So we eventually found one! Word had it that a mate bagged out a week ago so we thought we were in for a good one! One salmon! Jeez but a beautiful day for a kayak non the less!

Word has it the boys got a new spot off somerton which they are nailin' the snapper! Cough up MINNY!!


----------



## benjiaka (May 30, 2013)

So we got at it again. After just finding out we may have a third sponsor.. some of us boys where just too keen to get out and about!
Decided to hit up some snapper! Minny got his PB of 82cm! He also got to test out his new rod and lures from our secret new sponsor! What a Ripper of a night! Walked away with 9 Snaps and a nice KGW.


----------



## suehobieadventure (Feb 17, 2009)

Well done guys very nice snapper there.


----------



## Geoffw (Jan 23, 2011)

Nice catch. ...well done on pb for yak minny. Creates mixed emotions..... I don't want my holidays to end but I'm looking forward to getting back for a fish. Maybe the break will rebalance my desires. Well done glass crew.


----------



## Stealthfisha (Jul 21, 2009)

Geoffw said:


> Nice catch. ...well done on pb for yak minny. Creates mixed emotions..... I don't want my holidays to end but I'm looking forward to getting back for a fish. Maybe the break will rebalance my desires. Well done glass crew.

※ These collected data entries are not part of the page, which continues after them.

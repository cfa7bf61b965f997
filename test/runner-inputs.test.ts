// The design-inputs cell: reading it, checking --set overrides in Node, and
// editing only the overridden value strings. Values are invented for the tests.
import { describe, expect, expectTypeOf, it } from "vitest";
import fc from "fast-check";
import { readFileSync } from "node:fs";
import { InputError, PinchoffError, type Amperes, type Ohms, type Volts } from "../lib/index.js";
import { designInputs, inputEntries, recordInputs } from "../lib/notebook/inputs.js";
import { Derivation } from "../lib/record/derivation.js";
import { applyOverrides, findInputsCell, parseOverride, resolveInputs } from "../lib/runner/inputs-cell.js";
import { cellSource, ensureCellIds, parseNotebook, type Notebook } from "../lib/runner/notebook-file.js";

const fixture = readFileSync(new URL("./fixtures/saturation-check.ipynb", import.meta.url), "utf8");
const load = () => parseNotebook(fixture, "fixture.ipynb");

function notebookWith(src: string, tags = ["design-inputs"]): Notebook {
  return parseNotebook(JSON.stringify({ nbformat: 4, nbformat_minor: 5, metadata: {}, cells: [{ cell_type: "code", metadata: { tags }, source: src, outputs: [] }] }), "nb.ipynb");
}

const errorOf = (f: () => unknown): PinchoffError => {
  try {
    f();
  } catch (e) {
    if (e instanceof PinchoffError) return e;
    throw e;
  }
  throw new Error("expected a PinchoffError");
};

describe("designInputs", () => {
  it("parses each value in its declared dimension and brands it", () => {
    const given = designInputs({ VDD: ["5 V", "voltage"], ID: ["200 uA", "current"], RD: ["10 kohm", "resistance"] });
    expect(given.VDD).toBe(5);
    expect(given.ID).toBeCloseTo(200e-6, 15);
    expect(given.RD).toBe(10e3);
    expectTypeOf(given.ID).toEqualTypeOf<Amperes>();
    expectTypeOf(given.VDD).toEqualTypeOf<Volts>();
    expectTypeOf(given.RD).toEqualTypeOf<Ohms>();
    // @ts-expect-error a current is not a voltage
    const v: Volts = given.ID;
    expect(v).toBe(given.ID);
  });

  it("records the entries and copies them into a derivation", () => {
    const given = designInputs({ ID: ["200 uA", "current"] });
    expect(inputEntries(given)).toEqual([{ name: "ID", value: given.ID, dim: "current", origin: "design inputs", text: "200 uA" }]);
    const rec = recordInputs(new Derivation("t"), given);
    expect(rec.inputs.map((i) => [i.name, i.text])).toEqual([["ID", "200 uA"]]);
    expect(() => inputEntries({})).toThrow(InputError);
  });

  it("names the input when a value has the wrong dimension", () => {
    const e = errorOf(() => designInputs({ ID: ["3 V", "current"] }));
    expect(e.message).toContain("design inputs: ID");
    expect(e.message).toContain('"3 V"');
  });

  it("refuses an unknown dimension", () => {
    const e = errorOf(() => designInputs({ X: ["3 V", "volts" as "voltage"] }));
    expect(e.message).toContain('"volts"');
    expect(e.message).toContain("voltage");
  });
});

describe("the design-inputs cell", () => {
  it("finds the entries of the fixture with their dimensions", () => {
    const cell = findInputsCell(load(), "fixture.ipynb");
    expect(cell.index).toBe(1);
    expect(cell.lines.map((l) => [l.name, l.text, l.dim])).toEqual([
      ["VDD", "5 V", "voltage"],
      ["KN", "2 mA/V^2", "transconductanceParameter"],
      ["VOV", "0.3 V", "voltage"],
      ["RD", "20 kohm", "resistance"],
    ]);
  });

  it("replaces only the value string of the overridden entry", () => {
    const nb = load();
    const before = JSON.stringify(nb);
    const cell = findInputsCell(nb, "f");
    const inputs = resolveInputs(cell, [parseOverride("RD=60kohm")], "f");
    const copy = applyOverrides(nb, cell, inputs);
    expect(JSON.stringify(nb)).toBe(before); // the source object is untouched
    const a = cellSource(nb.cells[1]!).split("\n");
    const b = cellSource(copy.cells[1]!).split("\n");
    expect(b.length).toBe(a.length);
    a.forEach((line, i) => (line.includes("RD:") ? expect(b[i]).toBe('  RD: ["60kohm", "resistance"],') : expect(b[i]).toBe(line)));
    expect(inputs.find((i) => i.name === "RD")).toMatchObject({ value: 60e3, overridden: true, original: "20 kohm" });
  });

  it("keeps comments and other entries for any override text (property)", () => {
    const nb = notebookWith('const given = designInputs({\n  ID: ["1 mA", "current"], // keep "me"\n  VDD: ["5 V", "voltage"],\n});');
    const cell = findInputsCell(nb, "nb");
    fc.assert(
      fc.property(fc.double({ min: 1e-9, max: 1, noNaN: true }), fc.constantFrom("A", "mA", "uA", "nA"), (x, unit) => {
        const text = `${x} ${unit}`;
        const copy = applyOverrides(nb, cell, resolveInputs(cell, [{ name: "ID", text }], "nb"));
        const again = findInputsCell(copy, "copy");
        expect(again.lines.map((l) => [l.name, l.text])).toEqual([["ID", text], ["VDD", "5 V"]]);
        expect(cellSource(copy.cells[0]!)).toContain('// keep "me"');
      }),
      { numRuns: 50 },
    );
  });

  it("--set with the wrong dimension names the input, the value, what it is and what was expected", () => {
    const cell = findInputsCell(load(), "f");
    const e = errorOf(() => resolveInputs(cell, [parseOverride("VOV=3A")], "f"));
    expect(e.code).toBe("wrong-dimension");
    expect(e.message).toContain("--set VOV=3A");
    expect(e.message).toContain('"3A"');
    expect(e.message).toMatch(/voltage/);
    expect(e.message).toMatch(/current/);
  });

  it("--set of an unknown name lists the known names", () => {
    const cell = findInputsCell(load(), "f");
    const e = errorOf(() => resolveInputs(cell, [parseOverride("IDD=1mA")], "f"));
    expect(e.message).toContain("IDD");
    expect(e.message).toContain("VDD, KN, VOV, RD");
  });

  it("--set without NAME=VALUE and twice for one input are refused", () => {
    expect(() => parseOverride("=3")).toThrow(InputError);
    expect(() => parseOverride("ID")).toThrow(InputError);
    const cell = findInputsCell(load(), "f");
    expect(() => resolveInputs(cell, [parseOverride("RD=1k"), parseOverride("RD=2k")], "f")).toThrow(/each input set once/);
  });

  it("refuses notebooks without exactly one inputs cell, and malformed entries", () => {
    expect(errorOf(() => findInputsCell(notebookWith("1", []), "nb.ipynb")).message).toMatch(/no design-inputs cell/);
    const two = parseNotebook(JSON.stringify({ nbformat: 4, nbformat_minor: 5, metadata: {}, cells: [0, 1].map(() => ({ cell_type: "code", metadata: { tags: ["design-inputs"] }, source: "", outputs: [] })) }), "nb");
    expect(errorOf(() => findInputsCell(two, "nb")).message).toMatch(/2 cells are tagged/);
    expect(errorOf(() => findInputsCell(notebookWith("const given = designInputs({\n  ID: 3,\n});"), "nb")).message).toMatch(/line 2 is not an entry/);
    expect(errorOf(() => findInputsCell(notebookWith('const given = designInputs({\n  ID: ["3 A", "amps"],\n});'), "nb")).message).toMatch(/"amps"/);
    expect(errorOf(() => findInputsCell(notebookWith('const given = designInputs({\n  ID: ["3 A", "current"],'), "nb")).message).toMatch(/not closed/);
  });
});

describe("notebook files", () => {
  it("reports the line and column of malformed JSON", () => {
    const e = errorOf(() => parseNotebook('{\n "nbformat": 4,\n "cells": [,]\n}', "broken.ipynb"));
    expect(e.message).toContain("broken.ipynb");
    expect(e.message).toMatch(/line 3, column \d+/);
  });

  it("refuses JSON that is not nbformat 4", () => {
    expect(errorOf(() => parseNotebook("[]", "a.ipynb")).message).toMatch(/a notebook object/);
    expect(errorOf(() => parseNotebook('{"nbformat":3,"cells":[]}', "a.ipynb")).message).toMatch(/nbformat 4/);
    expect(errorOf(() => parseNotebook('{"nbformat":4,"cells":[{"cell_type":"code","source":3}]}', "a.ipynb")).message).toMatch(/cell 1/);
  });

  it("gives every cell a unique id", () => {
    const nb = parseNotebook(JSON.stringify({ nbformat: 4, nbformat_minor: 4, metadata: {}, cells: [{ cell_type: "markdown", source: "", metadata: {} }, { cell_type: "markdown", id: "cell-1", source: "", metadata: {} }, { cell_type: "markdown", id: "cell-1", source: "", metadata: {} }] }), "n");
    ensureCellIds(nb);
    const ids = nb.cells.map((c) => c.id);
    expect(new Set(ids).size).toBe(3);
    expect(nb.nbformat_minor).toBe(5);
  });
});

Well come on geoff! Get ya Glass on!!!!
There still 2 second hand ones in qld me thinks!


----------



## Squidley (May 8, 2010)

Baggs keeps snap chatting me his 'tats*

(*kokatats)


----------



## Squidley (May 8, 2010)

That's a brilliant Snapper Minny, that would've taken some line


----------



## Stealthfisha (Jul 21, 2009)

Squidley said:


> Baggs keeps snap chatting me his 'tats*
> 
> (*kokatats)


hahahhahhah


----------



## Stealthfisha (Jul 21, 2009)

Stealthfisha said:


> Squidley said:
> 
> 
> > Baggs keeps snap chatting me his 'tats*
> ...


----------



## dunnyfromsouthoz (May 22, 2007)

Awesome snapp MInny - one very proud angler there! 
Well done on the PB and the rest of the fish too

Keen to get out there soon with you guys!
Cheers
Dunny

P.S. Baggs proudly showed me his new tats too - they look pretty good - rumour has it that he'll be sleepin' in them tonite


----------



## Stealthfisha (Jul 21, 2009)

dunnyfromsouthoz said:


> Awesome snapp MInny - one very proud angler there!
> Well done on the PB and the rest of the fish too
> 
> Keen to get out there soon with you guys!
> ...


You are just jealous ive got a dick zipper in mine gents!


----------



## snowymacco (Nov 3, 2009)

Where do you get waterproof pants like that, and how much, have checked out some sites and Kokotec? pants are pretty expensive.


----------



## Stealthfisha (Jul 21, 2009)

snowymacco said:


> Where do you get waterproof pants like that, and how much, have checked out some sites and Kokotec? pants are pretty expensive.


hi mate
yes they are expensive Paddlesports Australia stocks a small number of the pants with dick zipper....
I bought the set with jackets and boots as well for a tad under $600...why?....because its so bloody cold down here and the water temp dips below 13 degrees most of the cooler months and rarely goes above 22 degrees in summer...also ive owned wetsuits etc...but with wind chill etc it does not work for me due to the practical approach....I like the idea of going fishing in most conditions and except for real bad days of westerlies blowing its ass off....I want to if need be flip into the water then re mount and still be relatively dry....and warm....then beach land into a small cove and camp the night knowing im still dry and warm and don't nessassarily have to take a lot of clothes and or put back on wet clothes or wetsuits from the previous day, to paddle home again....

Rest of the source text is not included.